* What the exercise asks:
Take the data below and extract the lines from the one with "const choices = of.argChoices?.map((choice)" to the one with "Shell, parts: readonly", inclusive, exactly as written.

* Data for processing:
↓

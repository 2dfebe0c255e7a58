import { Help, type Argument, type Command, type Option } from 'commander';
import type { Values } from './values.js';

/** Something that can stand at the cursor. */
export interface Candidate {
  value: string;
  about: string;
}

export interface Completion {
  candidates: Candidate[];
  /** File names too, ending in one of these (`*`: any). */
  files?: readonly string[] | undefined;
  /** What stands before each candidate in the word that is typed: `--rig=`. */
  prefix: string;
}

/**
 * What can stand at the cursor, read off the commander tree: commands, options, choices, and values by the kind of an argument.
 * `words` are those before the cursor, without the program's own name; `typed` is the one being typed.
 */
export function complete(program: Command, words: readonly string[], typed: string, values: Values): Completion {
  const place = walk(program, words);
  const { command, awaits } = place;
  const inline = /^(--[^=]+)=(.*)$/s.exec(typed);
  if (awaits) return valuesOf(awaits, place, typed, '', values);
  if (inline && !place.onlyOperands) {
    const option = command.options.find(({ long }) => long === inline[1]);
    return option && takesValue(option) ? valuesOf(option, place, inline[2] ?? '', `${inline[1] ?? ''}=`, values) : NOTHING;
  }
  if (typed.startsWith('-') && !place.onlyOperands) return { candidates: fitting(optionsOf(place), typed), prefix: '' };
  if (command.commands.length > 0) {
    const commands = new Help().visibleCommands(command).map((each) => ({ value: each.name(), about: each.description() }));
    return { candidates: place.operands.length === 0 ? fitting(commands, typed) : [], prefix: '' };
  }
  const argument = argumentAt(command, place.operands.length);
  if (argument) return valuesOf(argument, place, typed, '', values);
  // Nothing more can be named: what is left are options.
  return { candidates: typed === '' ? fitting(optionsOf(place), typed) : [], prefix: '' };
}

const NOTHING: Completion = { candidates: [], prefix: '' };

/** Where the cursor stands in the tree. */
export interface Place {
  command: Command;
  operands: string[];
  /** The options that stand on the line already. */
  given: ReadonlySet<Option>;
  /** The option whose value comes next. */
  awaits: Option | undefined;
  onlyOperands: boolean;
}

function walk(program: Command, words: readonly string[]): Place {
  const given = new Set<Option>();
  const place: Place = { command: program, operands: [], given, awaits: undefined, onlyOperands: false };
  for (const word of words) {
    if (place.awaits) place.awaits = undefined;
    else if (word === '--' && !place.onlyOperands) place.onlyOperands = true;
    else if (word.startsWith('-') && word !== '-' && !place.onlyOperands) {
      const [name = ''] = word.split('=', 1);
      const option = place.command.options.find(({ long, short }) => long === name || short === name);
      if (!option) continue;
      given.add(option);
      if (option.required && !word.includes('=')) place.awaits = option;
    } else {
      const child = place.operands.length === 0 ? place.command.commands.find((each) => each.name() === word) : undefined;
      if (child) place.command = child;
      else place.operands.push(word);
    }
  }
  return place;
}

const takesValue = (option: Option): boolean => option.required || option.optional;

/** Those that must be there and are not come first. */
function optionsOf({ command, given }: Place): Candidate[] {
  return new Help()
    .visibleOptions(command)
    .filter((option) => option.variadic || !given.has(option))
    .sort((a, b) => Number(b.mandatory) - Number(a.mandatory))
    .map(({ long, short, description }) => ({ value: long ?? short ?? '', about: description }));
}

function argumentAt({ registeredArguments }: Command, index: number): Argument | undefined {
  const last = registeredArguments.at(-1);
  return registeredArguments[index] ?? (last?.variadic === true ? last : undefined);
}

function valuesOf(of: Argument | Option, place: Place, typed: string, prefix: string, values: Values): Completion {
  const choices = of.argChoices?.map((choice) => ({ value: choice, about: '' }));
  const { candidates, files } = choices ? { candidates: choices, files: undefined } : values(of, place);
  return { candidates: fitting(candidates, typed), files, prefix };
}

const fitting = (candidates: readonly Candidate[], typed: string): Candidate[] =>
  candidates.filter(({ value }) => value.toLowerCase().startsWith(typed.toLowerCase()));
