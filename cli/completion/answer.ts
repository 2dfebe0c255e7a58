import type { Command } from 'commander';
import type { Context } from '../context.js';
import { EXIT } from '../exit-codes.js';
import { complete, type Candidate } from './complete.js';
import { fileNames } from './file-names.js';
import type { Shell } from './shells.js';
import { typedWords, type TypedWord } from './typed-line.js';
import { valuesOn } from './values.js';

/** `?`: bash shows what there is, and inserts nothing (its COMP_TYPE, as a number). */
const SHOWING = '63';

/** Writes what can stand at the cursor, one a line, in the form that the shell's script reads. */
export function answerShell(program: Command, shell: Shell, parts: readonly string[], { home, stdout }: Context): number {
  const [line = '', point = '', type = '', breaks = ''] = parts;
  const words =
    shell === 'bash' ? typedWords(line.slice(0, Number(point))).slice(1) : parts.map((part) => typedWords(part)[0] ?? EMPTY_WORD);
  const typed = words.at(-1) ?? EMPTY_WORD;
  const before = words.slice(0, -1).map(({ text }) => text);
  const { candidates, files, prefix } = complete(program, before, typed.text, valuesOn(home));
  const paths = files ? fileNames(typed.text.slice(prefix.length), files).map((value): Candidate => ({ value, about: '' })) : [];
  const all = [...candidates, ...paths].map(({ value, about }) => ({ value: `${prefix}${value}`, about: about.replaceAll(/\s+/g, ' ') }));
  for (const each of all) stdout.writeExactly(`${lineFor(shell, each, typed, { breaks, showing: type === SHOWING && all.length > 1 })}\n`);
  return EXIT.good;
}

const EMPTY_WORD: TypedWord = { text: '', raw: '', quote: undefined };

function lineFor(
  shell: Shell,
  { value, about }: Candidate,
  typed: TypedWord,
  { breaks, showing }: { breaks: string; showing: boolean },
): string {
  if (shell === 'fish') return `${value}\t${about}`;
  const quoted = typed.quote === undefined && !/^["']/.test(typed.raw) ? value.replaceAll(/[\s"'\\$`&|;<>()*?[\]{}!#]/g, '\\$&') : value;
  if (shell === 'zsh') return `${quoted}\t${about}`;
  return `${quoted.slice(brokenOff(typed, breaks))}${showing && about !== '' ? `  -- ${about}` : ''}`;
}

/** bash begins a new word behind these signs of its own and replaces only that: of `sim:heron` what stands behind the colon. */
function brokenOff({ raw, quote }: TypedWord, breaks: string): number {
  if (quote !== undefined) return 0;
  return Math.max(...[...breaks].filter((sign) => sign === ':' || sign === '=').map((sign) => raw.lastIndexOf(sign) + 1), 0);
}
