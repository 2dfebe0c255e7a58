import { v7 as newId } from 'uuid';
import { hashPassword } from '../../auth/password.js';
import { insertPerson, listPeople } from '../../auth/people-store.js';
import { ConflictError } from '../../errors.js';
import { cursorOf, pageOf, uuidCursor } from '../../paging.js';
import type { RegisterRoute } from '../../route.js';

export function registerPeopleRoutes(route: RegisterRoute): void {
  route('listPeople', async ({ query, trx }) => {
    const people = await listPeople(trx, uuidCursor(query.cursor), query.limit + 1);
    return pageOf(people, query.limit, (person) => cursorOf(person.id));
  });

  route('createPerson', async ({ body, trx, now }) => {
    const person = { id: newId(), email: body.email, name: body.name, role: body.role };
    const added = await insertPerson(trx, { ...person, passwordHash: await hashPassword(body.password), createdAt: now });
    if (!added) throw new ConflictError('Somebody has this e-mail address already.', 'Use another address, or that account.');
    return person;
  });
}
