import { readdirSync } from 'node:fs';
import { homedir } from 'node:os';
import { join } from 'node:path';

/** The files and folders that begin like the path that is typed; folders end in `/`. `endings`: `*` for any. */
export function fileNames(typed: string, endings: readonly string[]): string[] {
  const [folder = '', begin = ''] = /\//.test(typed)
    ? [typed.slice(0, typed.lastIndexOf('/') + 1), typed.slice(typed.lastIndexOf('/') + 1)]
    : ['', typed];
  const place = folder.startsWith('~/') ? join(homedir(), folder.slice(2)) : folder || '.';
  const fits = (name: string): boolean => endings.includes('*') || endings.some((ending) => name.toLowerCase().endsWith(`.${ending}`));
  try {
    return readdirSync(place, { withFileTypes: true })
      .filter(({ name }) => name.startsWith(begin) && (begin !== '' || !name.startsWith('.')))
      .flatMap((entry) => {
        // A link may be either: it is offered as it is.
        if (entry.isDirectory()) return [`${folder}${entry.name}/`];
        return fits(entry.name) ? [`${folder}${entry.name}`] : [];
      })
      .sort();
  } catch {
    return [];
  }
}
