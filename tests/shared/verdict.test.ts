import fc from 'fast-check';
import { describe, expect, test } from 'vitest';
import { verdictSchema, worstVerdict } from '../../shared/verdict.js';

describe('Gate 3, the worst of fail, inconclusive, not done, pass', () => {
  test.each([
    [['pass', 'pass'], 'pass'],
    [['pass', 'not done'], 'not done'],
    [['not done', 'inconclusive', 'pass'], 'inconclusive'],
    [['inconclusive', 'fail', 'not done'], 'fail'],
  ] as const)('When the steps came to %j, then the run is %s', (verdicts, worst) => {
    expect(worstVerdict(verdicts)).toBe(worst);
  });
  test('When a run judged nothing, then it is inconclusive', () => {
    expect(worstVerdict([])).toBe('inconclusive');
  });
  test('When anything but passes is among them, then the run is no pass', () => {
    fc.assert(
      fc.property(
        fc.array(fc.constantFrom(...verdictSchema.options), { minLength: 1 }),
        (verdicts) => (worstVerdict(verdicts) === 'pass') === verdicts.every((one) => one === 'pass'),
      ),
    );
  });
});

↑
↓

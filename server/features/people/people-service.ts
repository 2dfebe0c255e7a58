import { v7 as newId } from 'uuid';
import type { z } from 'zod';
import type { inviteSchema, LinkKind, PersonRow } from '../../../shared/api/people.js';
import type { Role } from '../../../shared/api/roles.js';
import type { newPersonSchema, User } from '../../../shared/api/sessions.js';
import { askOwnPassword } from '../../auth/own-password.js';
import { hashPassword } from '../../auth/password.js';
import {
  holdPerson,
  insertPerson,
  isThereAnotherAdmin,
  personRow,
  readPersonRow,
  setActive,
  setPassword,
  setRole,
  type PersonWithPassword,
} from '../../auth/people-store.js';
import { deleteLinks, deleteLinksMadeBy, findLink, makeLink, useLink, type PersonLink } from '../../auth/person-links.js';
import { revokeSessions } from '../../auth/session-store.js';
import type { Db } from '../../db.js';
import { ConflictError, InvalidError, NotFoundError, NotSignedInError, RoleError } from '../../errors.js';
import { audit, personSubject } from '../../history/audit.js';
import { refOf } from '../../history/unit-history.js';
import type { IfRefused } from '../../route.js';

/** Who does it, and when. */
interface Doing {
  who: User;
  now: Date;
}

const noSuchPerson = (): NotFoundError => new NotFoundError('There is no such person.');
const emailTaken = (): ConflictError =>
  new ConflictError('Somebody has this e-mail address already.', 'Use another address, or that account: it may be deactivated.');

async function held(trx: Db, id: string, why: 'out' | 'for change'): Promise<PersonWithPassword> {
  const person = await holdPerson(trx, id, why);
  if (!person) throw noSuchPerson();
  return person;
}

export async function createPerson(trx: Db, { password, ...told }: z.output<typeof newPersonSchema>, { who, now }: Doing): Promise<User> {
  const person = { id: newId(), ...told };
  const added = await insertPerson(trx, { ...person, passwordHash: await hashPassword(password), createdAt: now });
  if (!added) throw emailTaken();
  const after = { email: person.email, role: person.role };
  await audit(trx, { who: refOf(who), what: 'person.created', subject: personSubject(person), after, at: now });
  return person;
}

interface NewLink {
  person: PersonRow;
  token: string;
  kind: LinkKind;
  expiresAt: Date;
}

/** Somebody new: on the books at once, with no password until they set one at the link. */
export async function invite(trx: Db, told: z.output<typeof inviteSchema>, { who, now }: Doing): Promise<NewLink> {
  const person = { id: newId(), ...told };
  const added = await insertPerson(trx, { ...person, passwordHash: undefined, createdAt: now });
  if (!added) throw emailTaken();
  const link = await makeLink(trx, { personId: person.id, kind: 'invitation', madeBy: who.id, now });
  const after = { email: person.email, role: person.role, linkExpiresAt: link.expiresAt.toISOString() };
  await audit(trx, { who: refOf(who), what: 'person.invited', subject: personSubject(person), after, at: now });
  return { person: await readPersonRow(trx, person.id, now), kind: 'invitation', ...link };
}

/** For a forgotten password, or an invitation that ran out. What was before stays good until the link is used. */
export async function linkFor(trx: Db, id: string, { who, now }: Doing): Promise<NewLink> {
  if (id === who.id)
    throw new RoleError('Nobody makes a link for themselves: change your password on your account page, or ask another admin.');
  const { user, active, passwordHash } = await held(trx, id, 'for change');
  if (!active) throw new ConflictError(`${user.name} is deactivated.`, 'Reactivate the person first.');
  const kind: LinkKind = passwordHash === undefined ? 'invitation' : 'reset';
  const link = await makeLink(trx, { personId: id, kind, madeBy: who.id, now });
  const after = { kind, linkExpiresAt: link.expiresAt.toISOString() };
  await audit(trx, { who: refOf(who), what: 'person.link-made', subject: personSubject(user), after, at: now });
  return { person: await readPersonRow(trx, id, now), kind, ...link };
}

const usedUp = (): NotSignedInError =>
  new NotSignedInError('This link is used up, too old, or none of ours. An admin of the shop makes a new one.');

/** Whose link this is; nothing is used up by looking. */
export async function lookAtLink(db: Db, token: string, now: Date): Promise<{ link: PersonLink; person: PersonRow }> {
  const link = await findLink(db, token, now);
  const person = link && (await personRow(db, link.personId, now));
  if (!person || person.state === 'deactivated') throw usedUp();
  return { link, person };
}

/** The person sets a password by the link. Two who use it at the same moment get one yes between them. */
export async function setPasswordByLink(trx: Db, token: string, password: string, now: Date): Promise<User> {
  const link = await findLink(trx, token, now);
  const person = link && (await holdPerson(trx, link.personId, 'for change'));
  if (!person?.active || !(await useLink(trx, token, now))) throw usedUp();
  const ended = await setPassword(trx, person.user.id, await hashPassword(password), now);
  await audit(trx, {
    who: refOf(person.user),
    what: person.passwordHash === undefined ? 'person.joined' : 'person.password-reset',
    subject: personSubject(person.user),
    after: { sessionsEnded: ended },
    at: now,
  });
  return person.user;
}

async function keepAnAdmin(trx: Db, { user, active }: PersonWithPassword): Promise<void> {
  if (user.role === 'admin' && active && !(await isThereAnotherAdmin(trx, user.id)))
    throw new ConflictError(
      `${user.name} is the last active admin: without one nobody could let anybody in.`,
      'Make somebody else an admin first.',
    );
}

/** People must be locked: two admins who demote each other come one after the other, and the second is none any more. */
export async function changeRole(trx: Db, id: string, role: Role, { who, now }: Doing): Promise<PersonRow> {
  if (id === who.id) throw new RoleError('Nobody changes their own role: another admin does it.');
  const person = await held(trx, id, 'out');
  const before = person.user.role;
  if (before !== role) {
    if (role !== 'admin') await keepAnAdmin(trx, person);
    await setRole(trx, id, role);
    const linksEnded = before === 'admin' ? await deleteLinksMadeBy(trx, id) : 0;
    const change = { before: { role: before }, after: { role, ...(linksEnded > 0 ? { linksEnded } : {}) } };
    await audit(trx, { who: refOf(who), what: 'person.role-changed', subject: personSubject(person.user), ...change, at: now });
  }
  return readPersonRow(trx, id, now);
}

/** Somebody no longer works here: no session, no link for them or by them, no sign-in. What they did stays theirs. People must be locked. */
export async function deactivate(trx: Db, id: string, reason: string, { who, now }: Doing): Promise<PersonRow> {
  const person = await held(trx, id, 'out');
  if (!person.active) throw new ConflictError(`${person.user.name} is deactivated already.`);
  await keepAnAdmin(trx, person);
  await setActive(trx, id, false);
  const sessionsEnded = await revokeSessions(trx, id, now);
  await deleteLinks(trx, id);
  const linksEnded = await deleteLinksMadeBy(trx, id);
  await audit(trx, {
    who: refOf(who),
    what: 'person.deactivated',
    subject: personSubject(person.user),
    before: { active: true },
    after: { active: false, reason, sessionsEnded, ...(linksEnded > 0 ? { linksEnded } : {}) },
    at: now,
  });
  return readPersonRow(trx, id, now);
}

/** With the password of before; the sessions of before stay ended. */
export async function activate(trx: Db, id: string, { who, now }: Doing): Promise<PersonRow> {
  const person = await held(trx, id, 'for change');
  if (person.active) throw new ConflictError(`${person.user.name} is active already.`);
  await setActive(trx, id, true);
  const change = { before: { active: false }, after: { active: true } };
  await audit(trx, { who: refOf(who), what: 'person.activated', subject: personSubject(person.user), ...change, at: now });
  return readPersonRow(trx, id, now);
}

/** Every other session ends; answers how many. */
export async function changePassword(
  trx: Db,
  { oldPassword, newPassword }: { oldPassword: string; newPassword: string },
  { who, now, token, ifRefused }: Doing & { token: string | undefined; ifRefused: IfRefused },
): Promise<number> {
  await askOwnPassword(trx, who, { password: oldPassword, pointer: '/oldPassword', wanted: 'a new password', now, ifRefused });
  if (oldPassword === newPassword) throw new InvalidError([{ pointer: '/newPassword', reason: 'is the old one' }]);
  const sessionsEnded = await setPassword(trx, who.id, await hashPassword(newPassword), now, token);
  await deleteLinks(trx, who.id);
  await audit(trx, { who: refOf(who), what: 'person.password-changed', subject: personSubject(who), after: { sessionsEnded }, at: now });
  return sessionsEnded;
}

↑
↓

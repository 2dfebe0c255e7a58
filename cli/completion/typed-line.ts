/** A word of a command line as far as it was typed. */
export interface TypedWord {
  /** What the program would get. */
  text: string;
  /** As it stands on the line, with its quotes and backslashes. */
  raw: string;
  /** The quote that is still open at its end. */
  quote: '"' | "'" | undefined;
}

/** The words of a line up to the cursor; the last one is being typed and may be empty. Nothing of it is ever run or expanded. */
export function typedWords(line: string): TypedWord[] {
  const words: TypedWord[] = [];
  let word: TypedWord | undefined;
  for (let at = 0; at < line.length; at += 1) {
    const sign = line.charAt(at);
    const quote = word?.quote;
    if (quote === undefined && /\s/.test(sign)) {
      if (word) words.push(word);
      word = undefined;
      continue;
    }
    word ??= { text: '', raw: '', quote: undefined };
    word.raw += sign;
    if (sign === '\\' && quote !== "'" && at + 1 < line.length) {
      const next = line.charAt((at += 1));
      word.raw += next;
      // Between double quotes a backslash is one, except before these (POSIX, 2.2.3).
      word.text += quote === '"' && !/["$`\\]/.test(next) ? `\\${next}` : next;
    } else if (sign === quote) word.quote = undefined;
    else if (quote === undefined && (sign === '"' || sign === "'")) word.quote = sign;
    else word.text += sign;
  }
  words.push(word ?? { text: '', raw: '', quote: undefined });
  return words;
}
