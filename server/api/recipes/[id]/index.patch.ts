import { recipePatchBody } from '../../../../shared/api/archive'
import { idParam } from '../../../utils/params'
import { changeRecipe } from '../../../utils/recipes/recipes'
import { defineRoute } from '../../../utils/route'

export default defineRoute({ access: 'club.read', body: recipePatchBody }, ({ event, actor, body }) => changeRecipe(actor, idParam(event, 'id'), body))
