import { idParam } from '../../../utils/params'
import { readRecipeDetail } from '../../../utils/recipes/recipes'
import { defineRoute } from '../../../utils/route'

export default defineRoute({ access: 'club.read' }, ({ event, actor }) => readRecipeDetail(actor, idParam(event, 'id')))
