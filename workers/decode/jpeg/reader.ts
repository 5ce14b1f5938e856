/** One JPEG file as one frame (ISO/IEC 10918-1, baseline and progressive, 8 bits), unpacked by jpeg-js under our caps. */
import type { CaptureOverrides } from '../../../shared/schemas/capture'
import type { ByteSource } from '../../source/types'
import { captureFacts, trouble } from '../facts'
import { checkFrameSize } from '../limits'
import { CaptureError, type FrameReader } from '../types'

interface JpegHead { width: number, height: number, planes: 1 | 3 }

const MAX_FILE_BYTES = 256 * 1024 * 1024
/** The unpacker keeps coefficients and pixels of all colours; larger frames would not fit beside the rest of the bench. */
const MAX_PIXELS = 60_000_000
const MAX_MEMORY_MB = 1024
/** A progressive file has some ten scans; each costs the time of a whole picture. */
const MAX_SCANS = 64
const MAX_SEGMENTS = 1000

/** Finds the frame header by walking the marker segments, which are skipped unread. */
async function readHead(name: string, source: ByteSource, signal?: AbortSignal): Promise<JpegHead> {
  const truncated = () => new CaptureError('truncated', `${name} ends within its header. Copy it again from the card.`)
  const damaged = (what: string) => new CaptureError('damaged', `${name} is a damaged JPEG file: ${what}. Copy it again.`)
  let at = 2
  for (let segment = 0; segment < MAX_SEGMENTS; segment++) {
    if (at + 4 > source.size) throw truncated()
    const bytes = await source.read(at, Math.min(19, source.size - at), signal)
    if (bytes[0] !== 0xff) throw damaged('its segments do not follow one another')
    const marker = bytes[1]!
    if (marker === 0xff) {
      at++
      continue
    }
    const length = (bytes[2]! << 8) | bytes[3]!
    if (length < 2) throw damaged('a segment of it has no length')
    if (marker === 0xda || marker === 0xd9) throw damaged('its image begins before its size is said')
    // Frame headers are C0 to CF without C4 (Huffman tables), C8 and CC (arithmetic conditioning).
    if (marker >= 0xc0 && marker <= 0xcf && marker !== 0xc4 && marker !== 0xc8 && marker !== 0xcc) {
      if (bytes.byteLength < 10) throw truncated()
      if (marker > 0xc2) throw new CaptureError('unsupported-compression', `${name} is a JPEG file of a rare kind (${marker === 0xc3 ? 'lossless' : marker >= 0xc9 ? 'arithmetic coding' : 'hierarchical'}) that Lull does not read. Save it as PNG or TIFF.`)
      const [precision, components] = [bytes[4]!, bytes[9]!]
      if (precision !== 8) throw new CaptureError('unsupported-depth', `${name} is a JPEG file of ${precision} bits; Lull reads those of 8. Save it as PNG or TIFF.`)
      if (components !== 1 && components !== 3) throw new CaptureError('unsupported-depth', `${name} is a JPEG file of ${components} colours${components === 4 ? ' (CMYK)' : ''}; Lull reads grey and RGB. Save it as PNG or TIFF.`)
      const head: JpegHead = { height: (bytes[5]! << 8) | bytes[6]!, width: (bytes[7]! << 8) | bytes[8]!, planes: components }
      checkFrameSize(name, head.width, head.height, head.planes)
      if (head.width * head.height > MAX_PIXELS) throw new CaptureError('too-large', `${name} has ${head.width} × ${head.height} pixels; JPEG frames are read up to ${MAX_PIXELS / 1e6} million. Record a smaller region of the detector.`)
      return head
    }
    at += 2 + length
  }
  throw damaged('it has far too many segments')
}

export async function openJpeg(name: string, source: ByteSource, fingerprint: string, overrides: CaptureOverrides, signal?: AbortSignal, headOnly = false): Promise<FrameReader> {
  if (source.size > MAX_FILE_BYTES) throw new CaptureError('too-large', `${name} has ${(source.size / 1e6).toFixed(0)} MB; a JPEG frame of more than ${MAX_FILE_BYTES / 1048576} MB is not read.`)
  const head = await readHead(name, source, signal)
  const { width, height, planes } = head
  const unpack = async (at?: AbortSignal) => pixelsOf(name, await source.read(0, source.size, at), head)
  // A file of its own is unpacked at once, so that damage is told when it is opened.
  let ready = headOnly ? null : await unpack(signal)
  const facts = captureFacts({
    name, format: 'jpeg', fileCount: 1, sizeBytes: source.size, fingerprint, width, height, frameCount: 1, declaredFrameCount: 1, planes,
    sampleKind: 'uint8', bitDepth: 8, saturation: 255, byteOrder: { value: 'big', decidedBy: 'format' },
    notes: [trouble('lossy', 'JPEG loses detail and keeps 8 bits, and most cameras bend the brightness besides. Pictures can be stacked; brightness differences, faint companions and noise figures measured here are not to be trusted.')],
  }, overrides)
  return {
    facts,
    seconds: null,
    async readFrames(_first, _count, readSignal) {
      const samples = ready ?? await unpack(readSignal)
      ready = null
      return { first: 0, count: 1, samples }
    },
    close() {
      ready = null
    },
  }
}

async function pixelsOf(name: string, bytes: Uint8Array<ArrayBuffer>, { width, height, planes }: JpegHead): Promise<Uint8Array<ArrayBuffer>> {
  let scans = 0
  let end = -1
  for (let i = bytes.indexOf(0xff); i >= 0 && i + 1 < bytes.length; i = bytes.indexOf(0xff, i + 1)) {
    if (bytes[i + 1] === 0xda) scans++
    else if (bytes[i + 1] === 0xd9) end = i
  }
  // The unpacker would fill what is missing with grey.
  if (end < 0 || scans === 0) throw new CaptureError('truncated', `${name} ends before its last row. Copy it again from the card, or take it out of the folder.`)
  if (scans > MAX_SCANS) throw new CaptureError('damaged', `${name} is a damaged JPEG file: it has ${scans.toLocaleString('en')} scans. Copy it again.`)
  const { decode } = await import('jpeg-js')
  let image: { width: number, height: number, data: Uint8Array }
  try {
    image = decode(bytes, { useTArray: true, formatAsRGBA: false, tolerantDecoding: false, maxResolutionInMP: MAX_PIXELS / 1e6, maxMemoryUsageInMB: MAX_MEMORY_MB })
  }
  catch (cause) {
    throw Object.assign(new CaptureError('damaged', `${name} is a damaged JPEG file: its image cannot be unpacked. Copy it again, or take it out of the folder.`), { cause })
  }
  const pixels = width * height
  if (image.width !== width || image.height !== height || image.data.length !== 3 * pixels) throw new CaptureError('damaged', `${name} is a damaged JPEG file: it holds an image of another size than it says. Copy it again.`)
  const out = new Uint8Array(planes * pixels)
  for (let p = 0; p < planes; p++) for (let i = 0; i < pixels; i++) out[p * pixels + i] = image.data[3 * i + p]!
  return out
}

↑

* Answer space:
  const choices = of.argChoices?.map((choice) => ({ value: choice, about: '' }));
  const { candidates, files } = choices ? { candidates: choices, files: undefined } : values(of, place);
  return { candidates: fitting(candidates, typed), files, prefix };
}

const fitting = (candidates: readonly Candidate[], typed: string): Candidate[] =>
  candidates.filter(({ value }) => value.toLowerCase().startsWith(typed.toLowerCase()));
filename cli/completion/answer.ts
repository 2dfebe0c255e7a58
import type { Command } from 'commander';
import type { Context } from '../context.js';
import { EXIT } from '../exit-codes.js';
import { complete, type Candidate } from './complete.js';
import { fileNames } from './file-names.js';
import type { Shell } from './shells.js';
import { typedWords, type TypedWord } from './typed-line.js';
import { valuesOn } from './values.js';

/** `?`: bash shows what there is, and inserts nothing (its COMP_TYPE, as a number). */
const SHOWING = '63';

/** Writes what can stand at the cursor, one a line, in the form that the shell's script reads. */
export function answerShell(program: Command, shell: Shell, parts: readonly string[], { home, stdout }: Context): number {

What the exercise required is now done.